─── DATA PROVIDED ───

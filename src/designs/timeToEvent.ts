/**
 * Time to event: two arms compared by the log-rank test.
 *
 * Methods:
 * - Required events, Schoenfeld (1983): D = (z_{1-α/s} + z_{1-β})² / (p1 p2 (ln θ)²),
 *   p1 = 1/(1+k), p2 = k/(1+k) the allocation fractions.
 * - Required events, Freedman (1982): D = (z_{1-α/s} + z_{1-β})² (1 + kθ)² / (k (1 − θ)²),
 *   Freedman's (1 + θ)²/(1 − θ)² with the events split k : 1 in proportion to n × hazard.
 * - Enrolment, Lachin & Foulkes (1986): exponential survival in each arm
 *   (λ = ln 2 / median), uniform accrual over R years, a further F years of
 *   follow-up after accrual ends, and exponential loss to follow-up with hazard η
 *   in both arms. Each arm's probability of an observed event P_i is the kernel in
 *   src/stats/eventProbability.ts; the control arm needs n1 = ⌈D / (P1 + k P2)⌉
 *   and the experimental arm n2 = ⌈k n1⌉, so the expected events reach D at R + F.
 *
 * Conventions:
 * - θ is the hazard ratio experimental / control; θ < 1 favours the experimental
 *   arm. With medians, θ = median_control / median_experimental (exponential).
 * - k = allocationRatio = n2/n1. sides = 2 splits α between the tails.
 * - Power is the normal approximation of each method, counting the rejection in
 *   the direction of the assumed effect only (the opposite tail of a two-sided
 *   test adds less than α/2 and is the one the formulas leave out), so that the
 *   event count is the formula rounded up and its power is at least the target.
 * - Loss to follow-up is given as the fraction lost per year, η = −ln(1 − fraction);
 *   it replaces the dropout inflation of other designs (lost participants
 *   contribute follow-up until lost, which a flat dropout would not credit).
 * - Calendar time starts when the first participant enters.
 * - The event count is planned as ⌈fixed-design events × inflation⌉ with inflation 1
 *   here, so a group-sequential plan can reuse planEnrolment and expectedEventsAt
 *   for each look.
 */
import { z } from "zod";
import { type Design, InfeasibleDesignError, type WorkEstimate } from "./design.js";
import type { Section } from "../report/document.js";
import { normalCdf, normalQuantile } from "../stats/normal.js";
import { findRoot } from "../stats/rootFinding.js";
import { type AccrualModel, enrolledFraction, eventProbability, expectedEventFraction } from "../stats/eventProbability.js";
import { type ArmSizes, armsFromControl, curveSizes, detectableEffect } from "./shared/sizing.js";
import { designSection } from "./shared/reportSections.js";
import { closingSections } from "./shared/comparativeSections.js";
import { checkComparativeCommon, comparativeCommonFields } from "./shared/fields.js";
import { withInterimLooks } from "./shared/groupSequentialCost.js";
import {
  type InterimLooksResult, interimLooksField, planInterimLooks, refineInterimTest,
} from "./shared/interimLooks.js";
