/** Draws a preview's document sections: key numbers first, then facts, tables, charts and text. */
import { type Block, type Fact, type Section, type Table, formatCell } from "../../src/report/document.js";
import type { Preview } from "./api.js";
import { chartElement } from "./charts.js";
import { copyText, h } from "./dom.js";

const factValue = (f: Fact): string => `${formatCell(f.value, f.digits)}${f.unit ? ` ${f.unit}` : ""}`;

function keyFacts(sections: Section[]): HTMLElement | null {
  const facts = sections.flatMap((s) => s.blocks.flatMap((b) => (b.kind === "facts" ? b.facts.filter((f) => f.key) : [])));
  if (facts.length === 0) return null;
  // A long value (a list, a model's name) takes two cells rather than wrapping a word a line.
  return h("dl", { class: "key-facts" }, ...facts.map((f) => {
    const value = factValue(f);
    return h("div", { class: value.length > 12 ? "key-fact long" : "key-fact" }, h("dt", {}, f.label), h("dd", {}, value, f.note ? h("small", {}, f.note) : null));
  }));
}

function tableElement(table: Table): HTMLElement {
  // A column of numbers is right-aligned, its heading too, so digits line up under it.
  const numeric = table.columns.map((_, i) => i > 0 && table.rows.some((r) => typeof r[i] === "number") && table.rows.every((r) => typeof r[i] === "number" || r[i] === null));
  const head = h("tr", {}, ...table.columns.map((c, i) => h("th", { scope: "col", class: numeric[i] ? "num" : undefined }, c.label, c.unit ? h("span", { class: "unit" }, ` (${c.unit})`) : null)));
  const rows = table.rows.map((row) => h("tr", {}, ...row.map((cell, i) => {
    const text = formatCell(cell, table.columns[i]?.digits);
    return i === 0 ? h("th", { scope: "row" }, text) : h("td", { class: numeric[i] || typeof cell === "number" ? "num" : undefined }, text);
  })));
  const captionId = `caption-${table.id}`;
  return h("div", { class: "table-scroll", role: "region", tabindex: 0, "aria-labelledby": captionId },
    h("table", { "data-table": table.id }, h("caption", { id: captionId }, table.caption), h("thead", {}, head), h("tbody", {}, ...rows)),
    table.note ? h("p", { class: "note" }, table.note) : null);
}

function blockElement(block: Block, status: (message: string) => void): HTMLElement | null {
  switch (block.kind) {
    case "facts": {
      const rest = block.facts.filter((f) => !f.key);
      if (rest.length === 0) return null;
      return h("dl", { class: "facts" }, ...rest.map((f) => h("div", {}, h("dt", {}, f.label), h("dd", {}, factValue(f), f.note ? h("small", {}, ` ${f.note}`) : null))));
    }
    case "table":
      return tableElement(block.table);
    case "chart":
      return h("figure", { class: "chart-figure", "data-chart": block.chart.id }, chartElement(block.chart, "live"), h("figcaption", {}, block.chart.title));
    case "paragraph":
      return h("p", {}, block.text);
    case "protocol": {
      const copy = h("button", { type: "button", class: "small" }, "Copy paragraph");
      copy.addEventListener("click", () => {
        void copyText(block.text).then((ok) => status(ok ? "Paragraph copied." : "Select the paragraph and copy it."));
      });
      return h("div", { class: "protocol" }, h("blockquote", {}, block.text), copy);
    }
    case "list":
      return h("ul", {}, ...block.items.map((item) => h("li", {}, item)));
  }
}

/** The question and the key numbers, shown first. */
export function previewHead(preview: Preview): HTMLElement {
  return h("div", { class: "preview-head" }, h("p", { class: "question" }, preview.question), keyFacts(preview.sections));
}

/** Every section in the design's order, then the cautions. */
export function previewBody(preview: Preview, status: (message: string) => void): HTMLElement {
  const sections = preview.sections.map((section) => {
    const blocks = section.blocks.map((b) => blockElement(b, status)).filter((b): b is HTMLElement => b !== null);
    if (blocks.length === 0) return null;
    return h("section", { class: "result-section", "data-section": section.id }, h("h3", {}, section.title), ...blocks);
  });
  return h("div", { class: "preview-body" },
    ...sections,
    h("section", { class: "result-section cautions", "data-section": "caution" }, h("h3", {}, "Caution"), h("ul", {}, ...preview.cautions.map((c) => h("li", {}, c)))));
}
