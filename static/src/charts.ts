/**
 * Charts on the form pages: the report's own SVG renderer (src/report/svg.ts),
 * so the live result and the frozen report draw the same picture. Its markup is
 * parsed as SVG (not HTML) and adopted, which keeps the page free of inline
 * script and of innerHTML.
 */
import type { Chart } from "../../src/report/document.js";
import { renderChartSvg } from "../../src/report/svg.js";
import { h } from "./dom.js";

/** On a phone a 640-unit chart would shrink its lettering below legibility; lay it out narrower instead. */
const narrow = (): boolean => window.matchMedia("(max-width: 40rem)").matches;

export function chartElement(chart: Chart, idPrefix: string): Element {
  const box = narrow() ? { width: 360, height: 300 } : { width: 640, height: 300 };
  const parsed = new DOMParser().parseFromString(renderChartSvg(chart, { idPrefix, ...box }), "image/svg+xml");
  const root = parsed.documentElement;
  if (root.namespaceURI !== "http://www.w3.org/2000/svg" || parsed.getElementsByTagName("parsererror").length > 0) {
    return h("p", { class: "note" }, `The chart “${chart.title}” could not be drawn; its numbers are in the tables.`);
  }
  return document.importNode(root, true);
}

───

* WHAT IS NEEDED:
Your answer should be one number: how many lines of the records hold "long".

* SOLUTION FOR THIS TASK:
2